In their next caper, the Circus disguises themselves as caterers in order to sneak into Avengers Mansion so they can disrupt the wedding of Yellowjacket and Wasp. Zelda's giant python jumps out of the wedding cake and puts the squeeze on the Wasp. But Yellowjacket turns out to be Hank Pym (which no one knew at the time) and he disrupts the plan by turning into Giant-Man, yanking the python off Wasp and tying it around the Ringmaster instead. Princess Python tries to sneak away, only to be decked by a punch from the Wasp.

At this point, the Princess strikes out on her own. She goes to Stark Industries and manages an opportunity to get her python around Tony Stark. She tells the world that she wants "one million dollars and a jet plane to South America" or Stark dies. Stark, secretly Iron Man, frees himself by using his chest-plate to shock the snake. This isn't good enough. According to Zelda, her "precious" has been specially bred to be able to crush Iron Man's armor. The python nearly does so until Iron Man kills it by tossing it in a vat of acid. Zelda is so distraught over the death of her pet that she jumps in after it, only to be saved by Iron Man before she hits the acid. Iron Man, clearly not a pet lover, suggests the Princess be "taken care of by good doctors" because of her excessive hatred of him over the death of her snake.

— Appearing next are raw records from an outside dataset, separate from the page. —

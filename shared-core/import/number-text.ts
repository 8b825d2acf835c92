/**
 * Numbers written as text, as people and spreadsheets write them: an optional sign (also the
 * Unicode minus), digits with an optional thousands separator used consistently (comma, point,
 * space, no-break space or apostrophe, never the decimal mark itself), an optional fraction after
 * the decimal mark, an optional exponent.
 *
 *   point: "1,234.5"  "1 234.5"  "1'234.5"  "1.5e3"
 *   comma: "1.234,5"  "1 234,5"  "1,5"
 *
 * Common practice (locale conventions); no source needed.
 */
export type DecimalMark = 'comma' | 'point';

const spaces = ' \u00a0\u202f';

function numberPattern(decimal: DecimalMark): RegExp {
  const mark = decimal === 'point' ? '\\.' : ',';
  const separators = decimal === 'point' ? `,${spaces}'` : `.${spaces}'`;
  const grouped = `\\d{1,3}(?<sep>[${separators}])\\d{3}(?:\\k<sep>\\d{3})*`;
  return new RegExp(
    `^(?<sign>[+\\-\\u2212]?)(?<int>${grouped}|\\d*)(?:${mark}(?<frac>\\d*))?(?<exp>[eE][+\\-]?\\d+)?$`,
  );
}

const patterns: Record<DecimalMark, RegExp> = {
  point: numberPattern('point'),
  comma: numberPattern('comma'),
};

/** The number a text cell holds under the given decimal mark, or null when it holds no number. */
const plainInteger = /^\d{1,15}$/;

export function parseNumberText(text: string, decimal: DecimalMark): number | null {
  // Most cells are plain whole numbers: read those without the general pattern.
  if (plainInteger.test(text)) return Number(text);
  const match = patterns[decimal].exec(text.trim());
  if (!match?.groups) return null;
  const { sign, int, sep, frac, exp } = match.groups;
  if (int === '' && (frac === undefined || frac === '')) return null;
  const digits = sep === undefined ? int : int.split(sep).join('');
  const negative = sign === '-' || sign === '\u2212';
  const value = Number(`${negative ? '-' : ''}${digits === '' ? '0' : digits}.${frac ?? ''}0${exp ?? ''}`);
  return Number.isNaN(value) ? null : value;
}

/** Whether a text could hold a number under this decimal mark. */
export function readsAsNumber(text: string, decimal: DecimalMark): boolean {
  return parseNumberText(text, decimal) !== null;
}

Death Adder recruits Zelda to join the Serpent Society and she attends an organizational meeting. However, Princess Python decides to break away from the group when they are dispatched to kill MODOK. She is captured and brought back, where she is questioned and tortured by Sidewinder. She is sent to be ransomed back to the Circus of Crime, but Death Adder, who is delivering her, is killed by the Scourge of the Underworld.

Following the Civil War storyline, Zelda reveals that she had been married to Stilt-Man during the latter's funeral held by supervillains and former supervillains. During the funeral, the bar that the wake is being held in is blown up by the Punisher. Princess Python is blinded in the explosion and marries Gibbon to be included in his insurance. At the beginning of the Marvel Apes storyline, Gibbon admits that even if Zelda truly loved him in the past, currently she's fed up with the losing streak of her new husband, and so they part.

In Dark Reign: Young Avengers, Executioner of the Young Masters is revealed to be Daniel, the son of Princess Python. Daniel seems unaware of Princess Python's costumed adventures, as their dialogue implies Daniel knows Zelda DuBois as a simple, but shady and rich, businesswoman. After learning of Zelda's criminal activities, Daniel places a bomb in Zelda's car, apparently killing her. Princess Python is revealed to have survived and joins Max Fury's Masters of Evil.

==Powers and abilities==
Princess Python has no super human powers but she is a trained athlete and an extremely talented snake charmer and handler. She usually carries a handheld electric cattle prod capable of discharging 1,000 volts.

Princess Python has a 25 ft trained pet rock python. She has had more than one such snake in her criminal career.

==Other versions==
===Ruins===
An alternate universe version of Princess Python appears in Ruins. This version is a performer for the Quintano Carnival.

===Ultimate Marvel===
An alternate universe version of Princess Python appears in the Ultimate Marvel universe as a member of the Serpent Squad.

==In other media==
Princess Python appears in the Avengers Assemble episode "Crime and Circuses", voiced by Hynden Walch. This version is a former member of the Circus of Crime.